For the salmorejo de jueyes

  • 1 tablespoon achiote oil or olive oil
  • 1 small white onion (5 ounces), diced
  • 1/4 medium green bell pepper, diced
  • 2 tablespoons prepared sofrito
  • 2 garlic cloves, chopped or finely grated
  • 2 medium tomatoes (15 ounces total), diced, or 1 (15 ounce) can diced tomatoes
  • 4 manzanilla olives, sliced
  • 1/4 teaspoon adobo seasoning or fine salt
  • 1 bay leaf
  • 3/4 teaspoon Spice (Optional)
  • 1/2 teaspoon dried oregano
  • 1/4 teaspoon freshly ground black pepper
  • 8 ounces lump or claw crab meat, canned or fresh
  • 2 cups plantain chips, for serving (optional)

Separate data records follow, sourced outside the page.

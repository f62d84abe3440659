import { describe, expect, it } from 'vitest';
import { hurried } from './needed-by';

describe('hurried', () => {
	it.each([
		['nobody said when', null, 500],
		['after the plan', 501, 500],
		['with the plan', 500, 500],
		['before the plan', 499, 499],
		['one ms from now', 101, 101],
		['now', 100, 500],
		['past', 99, 500]
	])('needed by: %s', (_, neededBy, due) => {
		expect(hurried(500, neededBy, 100)).toBe(due);
	});
});
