import { redirect } from '@sveltejs/kit';
import { superValidate } from 'sveltekit-superforms';
import { zod4 } from 'sveltekit-superforms/adapters';
import type { Person } from '$lib/domain/access/actor';
import { notFound } from '$lib/domain/core/errors';
import { emptyBody } from '$lib/domain/escalations/forms';
import { settleTextForm } from '$lib/domain/messages/forms';
import { routes } from '$lib/routes';
import { formAction } from '$lib/server/http/form-action';
import { idParam } from '$lib/server/http/param';
import { newFormKey, pageLoad } from '$lib/server/http/page';
import { settleInbound, settleMessage } from '$lib/server/messages/settle';
import { getFailedMessage, getInboundText } from '$lib/server/messages/to-see-to';
import { getUntoldVisit, tellInPerson } from '$lib/server/visits/tell-in-person';
import type { Actions, PageServerLoad } from './$types';

export const load: PageServerLoad = (event) =>
	pageLoad(event, async ({ actor, now }) => {
		return {
			seeTo: await seeToOf(actor, whatOf(event.params), idParam(event), now),
			messageForm: await superValidate(zod4(emptyBody)),
			textForm: await superValidate(zod4(settleTextForm)),
			key: newFormKey()
		};
	});

export const actions: Actions = {
	message: formAction({
		schema: emptyBody,
		run: async (context, _fields, event) => {
			await settleMessage(context, idParam(event));
			redirect(303, routes.looseEnds());
		}
	}),
	visit: formAction({
		schema: emptyBody,
		run: async (context, _fields, event) => {
			await tellInPerson(context, idParam(event));
			redirect(303, routes.looseEnds());
		}
	}),
	text: formAction({
		schema: settleTextForm,
		run: async (context, fields, event) => {
			await settleInbound(context, idParam(event), fields);
			redirect(303, routes.looseEnds());
		}
	})
};

const WHATS = ['messages', 'texts', 'visits'] as const;

/** What a text could not do and a person has to; any other address leads nowhere. */
function whatOf({ what }: { what?: string }): (typeof WHATS)[number] {
	const known = WHATS.find((one) => one === what);
	if (!known) {
		throw notFound('page');
	}
	return known;
}

async function seeToOf(actor: Person, what: (typeof WHATS)[number], id: string, now: number) {
	switch (what) {
		case 'messages':
			return { what, item: await getFailedMessage(actor, id) };
		case 'texts':
			return { what, item: await getInboundText(actor, id) };
		case 'visits':
			return { what, item: await getUntoldVisit(actor, id, now) };
	}
}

Make the coconut semolina cakes: In a large bowl, stir together the coconut milk, semolina, coconut oil, adobo seasoning, or salt and black pepper until the mixture forms a paste. Leave the mixture on for 5 to 10 minutes; It will be fluffy at first, but will thicken to the consistency of a soft dough as it sits.

Place a steamer basket or mesh strainer in a wide pan and fill the pan with just enough water to reach the bottom of the steamer. Place the pan over medium heat and bring to a simmer. Reduce the heat to maintain a low but steady simmer. Line the bottom of the basket with the banana leaves, cover and steam until tender, about 3 minutes. Remove from the heat and let the leaves cool. (If you’re using parchment, you don’t need to steam it.)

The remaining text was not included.